When starting a new project I have found it very useful to develop a chapter-by-chapter word count for the manuscript: this lets me make sure my pace isn’t too fast or too slow and helps me develop a schedule for how many chapters per day I should cover. Developing this count by hand isn’t particularly efficient, so I recently decided to hunt down a macro to handle this work for me.
After a bit of online searching I found a macro posted by onesecondglance that did what I wanted. However it took a long time to analyze book-length Word documents, even after extensive rewriting. To replace it I developed new a macro using code by CuberChase as a starting point.
This macro queries the user for the name of the Word style applied to chapter headings (“Heading 1” is the default) and then counts words from the start of one heading to the start of the next. It also counts any words that appear before the first heading. It then creates a new word document and inserts into it the name of each chapter followed by that chapter’s word count. A tab character is inserted between each chapter name and word count so that the contents can be easily cut and pasted into an Excel spreadsheet.
As written the macro does have a few limitations, which I may get around to addressing if they present a problem:
- It considers anything formatted using the heading style to be a heading, including blank lines, so make sure that the style is only applied to actual headings.
- It does not count text in footnotes, endnotes or text boxes.
- It does not like hidden track changes in headings and has been written to display all revisions before running. Because of this it will extract both the original and revised heading text.
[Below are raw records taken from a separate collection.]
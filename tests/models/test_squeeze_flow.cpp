// Squeeze flow under a dead load: checks against the published limits (Stefan's law, Scott 1931, the perfectly
// plastic limit; as collected in Engmann, Servais & Burbidge 2005, J. Non-Newt. Fluid Mech. 132) and against a
// direct integration of the slit flux of models/rheology.hpp, which the scaled yield-stress form must reproduce.
#include <doctest/doctest.h>

#include <boost/math/quadrature/gauss_kronrod.hpp>
#include <boost/math/tools/roots.hpp>
#include <cmath>
#include <cstdint>
#include <numbers>
#include <stdexcept>
#include <vector>

#include "models/closed_forms.hpp"
#include "models/rheology.hpp"
#include "models/squeeze_flow.hpp"

using namespace spreadfit;
using std::numbers::pi;

namespace {

// A bench squeeze of a thick paste: 2 mL between plates at 3 mm, 0.5 kg load (disc radius 14.6 mm, R/h ~ 5).
SqueezeRig bench_rig() { return SqueezeRig{2e-6, 5.0, 3e-3}; }

std::vector<double> bench_times() {  // a 120 s test read every 4 s
  std::vector<double> t;
  for (int i = 0; i <= 30; ++i) t.push_back(4.0 * i);
  return t;
}

double rel_diff(double a, double b) { return std::abs(a - b) / std::abs(b); }

// Direct (slow) evaluation of the load carried at gap h when the gap closes at rate v, from the definitions alone:
// at each r the pressure gradient G solves 2 film_flux(m, G, h/2) = r v / 2, and F = integral_0^R pi r^2 G dr.
double direct_load(const Material& m, double volume, double h, double v) {
  const double R = std::sqrt(volume / (pi * h));
  auto gradient_at = [&](double r) {
    const double target = r * v / 2;
    const double G_yield = 2 * m.yield_stress / h;  // film_flux is 0 up to here
    if (target <= 0) return G_yield;
    auto residual = [&](double G) { return 2 * film_flux(m, G, h / 2) - target; };
    double hi = std::max(G_yield, 1.0) * 2;
    while (residual(hi) < 0) hi *= 2;
    std::uintmax_t iterations = 200;
    const auto bracket = boost::math::tools::toms748_solve(residual, G_yield, hi,
                                                           boost::math::tools::eps_tolerance<double>(50), iterations);
    return 0.5 * (bracket.first + bracket.second);
  };
  auto integrand = [&](double r) { return pi * r * r * gradient_at(r); };
  return boost::math::quadrature::gauss_kronrod<double, 31>::integrate(integrand, 0.0, R, 12, 1e-11);
}

}  // namespace

TEST_CASE("squeeze: a Newtonian sample follows Stefan's law at constant volume") {
  // Stefan's law (Engmann et al. 2005, eq. for a Newtonian liquid, no slip): F = 3 pi mu R^4 (-dh/dt) / (2 h^3);
  // at constant volume 1/h^4 - 1/h0^4 = 8 pi F t / (3 mu V^2) (closed_form::stefan_gap). The brief asks for 0.1%;
  // the integrator reaches ~1e-9 at its default tolerance, so a much tighter bound is checked.
  constexpr double tolerance = 1e-6;
  const SqueezeRig rig = bench_rig();
  const Material paste{0.0, 1000.0, 1.0};
  const auto times = bench_times();
  const auto sol = solve_squeeze(rig, paste, times);
  REQUIRE(sol.ok());
  INFO("steps: " << sol.steps);
  REQUIRE(sol.gaps.size() == times.size());
  CHECK_FALSE(sol.arrested);
  CHECK(sol.arrest_gap == 0.0);
  double worst = 0;
  for (std::size_t i = 0; i < times.size(); ++i) {
    const double exact = closed_form::stefan_gap(paste.consistency, rig.force, rig.volume, rig.initial_gap, times[i]);
    worst = std::max(worst, rel_diff(sol.gaps[i], exact));
  }
  INFO("worst relative difference from Stefan: " << worst);
  CHECK(worst < tolerance);
  // The gap must have moved substantially for the comparison to mean something.
  CHECK(sol.gaps.back() < 0.5 * rig.initial_gap);

  // The rate itself, against Stefan's force law solved for -dh/dt (written out here, not through the library).
  const double h = 1.7e-3;
  const double R = std::sqrt(rig.volume / (pi * h));
  const double stefan_rate = 2 * rig.force * h * h * h / (3 * pi * paste.consistency * std::pow(R, 4));
  CHECK(rel_diff(squeeze_rate(rig, paste, h), stefan_rate) < 1e-12);
}

TEST_CASE("squeeze: a power-law sample follows Scott (1931) for several flow indices") {
  // Scott (1931), in the full-gap form of Engmann et al. (2005):
  // F = [2 pi K R^(n+3)/(n+3)] ((2n+1)/n)^n (-dh/dt)^n / h^(2n+1), integrated at constant volume
  // (closed_form::scott_gap).
  constexpr double tolerance = 1e-6;  // brief: 0.1%; the integrator does far better
  const SqueezeRig rig = bench_rig();
  const auto times = bench_times();
  for (double n : {0.3, 0.5, 0.8, 1.5}) {
    SUBCASE(("n = " + std::to_string(n)).c_str()) {
      const Material m{0.0, 200.0, n};
      const auto sol = solve_squeeze(rig, m, times);
      REQUIRE(sol.ok());
      double worst = 0;
      for (std::size_t i = 0; i < times.size(); ++i) {
        const double exact = closed_form::scott_gap(m.consistency, n, rig.force, rig.volume, rig.initial_gap, times[i]);
        worst = std::max(worst, rel_diff(sol.gaps[i], exact));
      }
      INFO("n = " << n << ", steps: " << sol.steps << ", worst relative difference from Scott: " << worst);
      CHECK(worst < tolerance);
      CHECK(sol.gaps.back() < 0.8 * rig.initial_gap);

      // Rate against Scott's force law solved for -dh/dt, written out here.
      const double h = 1.2e-3;
      const double R = std::sqrt(rig.volume / (pi * h));
      const double scott_rate =
          n / (2 * n + 1) *
          std::pow(rig.force * (n + 3) * std::pow(h, 2 * n + 1) / (2 * pi * m.consistency * std::pow(R, n + 3)), 1 / n);
      CHECK(rel_diff(squeeze_rate(rig, m, h), scott_rate) < 1e-12);
    }
  }
}

TEST_CASE("squeeze: the scaled slit flux is the film flux on the half gap, doubled") {
  // film_flux (Liu & Mei 1989; Balmforth et al. 2006) on the half gap h/2, doubled, scaled by
  // (tau_y/K)^(1/n) (h/2)^2 at G = (2 tau_y / h) g, must equal phi(g) (derivation in models/squeeze_flow.cpp).
  for (double n : {0.3, 1.0, 1.7}) {
    const Material m{30.0, 4.0, n};
    const double h = 2e-3;
    for (double g : {1.0, 1.0001, 1.3, 3.0, 50.0, 1e4}) {
      const double G = 2 * m.yield_stress / h * g;
      const double scaled = 2 * film_flux(m, G, h / 2) / (std::pow(m.yield_stress / m.consistency, 1 / n) * h * h / 4);
      INFO("n = " << n << ", g = " << g);
      CHECK(squeeze_detail::slit_flux(n, g) == doctest::Approx(scaled).epsilon(1e-12));
    }
  }
}

TEST_CASE("squeeze: the load function starts at the plastic limit 1/3, increases, and tends to Scott's law") {
  using squeeze_detail::load_function;
  for (double n : {0.2, 0.5, 1.0, 2.0}) {
    INFO("n = " << n);
    // Psi(1) = 1/3 is F = 2 pi tau_y R^3 / (3 h), the perfectly plastic limit (Engmann et al. 2005).
    CHECK(load_function(n, 1.0) == doctest::Approx(1.0 / 3.0).epsilon(1e-15));
    // Near 1: Psi - 1/3 = (g_w - 1)(n+1)/(4n+3) to first order (phi ~ (g-1)^(1+1/n) in the integral form).
    const double eps = 1e-7;
    CHECK((load_function(n, 1 + eps) - 1.0 / 3.0) / eps == doctest::Approx((n + 1) / (4 * n + 3)).epsilon(1e-5));
    // Increasing, and between the bounds g_w/(n+3) <= Psi <= g_w/3 derived in squeeze_flow.cpp.
    double previous = load_function(n, 1.0);
    for (double lg = -6; lg <= 8; lg += 0.25) {
      const double g_w = 1 + std::pow(10.0, lg);
      const double psi = load_function(n, g_w);
      CHECK(psi > previous);
      CHECK(psi <= g_w / 3 * (1 + 1e-14));
      CHECK(psi >= g_w / (n + 3) * (1 - 1e-14));
      previous = psi;
    }
    // Large g_w (negligible yield stress): Psi -> g_w/(n+3), which is Scott's law in these variables.
    CHECK(load_function(n, 1e12) / (1e12 / (n + 3)) == doctest::Approx(1.0).epsilon(1e-9));
  }
}

TEST_CASE("squeeze: the load function equals the direct integral of s^2 g over the disc") {
  // Psi = integral_0^1 s^2 g(s) ds with phi(g(s)) = s phi(g_w): the definition before the integration by parts.
  for (double n : {0.4, 1.0, 1.8}) {
    for (double g_w : {1.05, 2.0, 30.0}) {
      const double beta = squeeze_detail::slit_flux(n, g_w);
      auto g_at = [&](double s) {
        if (s <= 0) return 1.0;
        auto residual = [&](double g) { return squeeze_detail::slit_flux(n, g) - s * beta; };
        std::uintmax_t iterations = 200;
        const auto bracket = boost::math::tools::toms748_solve(
            residual, 1.0, g_w * (1 + 1e-12), boost::math::tools::eps_tolerance<double>(50), iterations);
        return 0.5 * (bracket.first + bracket.second);
      };
      const double direct = boost::math::quadrature::gauss_kronrod<double, 31>::integrate(
          [&](double s) { return s * s * g_at(s); }, 0.0, 1.0, 12, 1e-12);
      INFO("n = " << n << ", g_w = " << g_w);
      CHECK(squeeze_detail::load_function(n, g_w) == doctest::Approx(direct).epsilon(1e-9));
    }
  }
}

TEST_CASE("squeeze: the yield-stress rate balances the load of a direct slit-flux integration") {
  // Independent of the scaling: the rate returned must make F = integral_0^R pi r^2 G(r) dr equal the load, with G
  // from inverting 2 film_flux(m, G, h/2) = r (-dh/dt)/2 at each r (DEVELOPERS.md, "Gravity spreading").
  const SqueezeRig rig = bench_rig();
  for (const Material& m : {Material{50.0, 100.0, 1.0}, Material{20.0, 150.0, 0.45}, Material{5.0, 60.0, 1.6}}) {
    const double h_a = closed_form::squeeze_arrest_gap(m.yield_stress, rig.force, rig.volume);
    for (double ratio : {1.02, 1.5, 4.0}) {
      const double h = ratio * h_a;
      const double v = squeeze_rate(rig, m, h);
      INFO("tau_y = " << m.yield_stress << ", n = " << m.flow_index << ", h/h_a = " << ratio << ", rate = " << v);
      REQUIRE(v > 0);
      CHECK(direct_load(m, rig.volume, h, v) == doctest::Approx(rig.force).epsilon(1e-7));
    }
  }
}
Code for an updated version of this macro, along with information on the features of this new version, is available on the Macro page.
Thanks for this macro, it did exactly what I was looking for! I had a brief encounter trying to use Scrivener for my first manuscript and it was driving me nuts. So I’m back to using trusty Word. Using the Word Navigation Pane to see/move sections covers the most useful function I saw in Scrivener, but one part missing was seeing Chapter Word Counts/Progress easily. This does it. Thanks again.
Thank you for sharing this! It works perfectly.
Perfect, thanks! I’d probably rename iArrayCount to iMaxChapterCount. I had more than 100 chapters… 🙂
Thank you for this! Wonderful solution. Do you mind if I share this with my editing community (CIEP) via a forum?
Helen—By all means feel free to repost links to the macro blog post, macro page, or the macro code. I don’t recommend pasting the code into another forum as I update macros when bugs are located. Also, please note that this macro works with well-formed chapter headings, but I’ve ran into manuscripts with ill-conceived Word formatting that can cause the macro to crash or export messy summary content.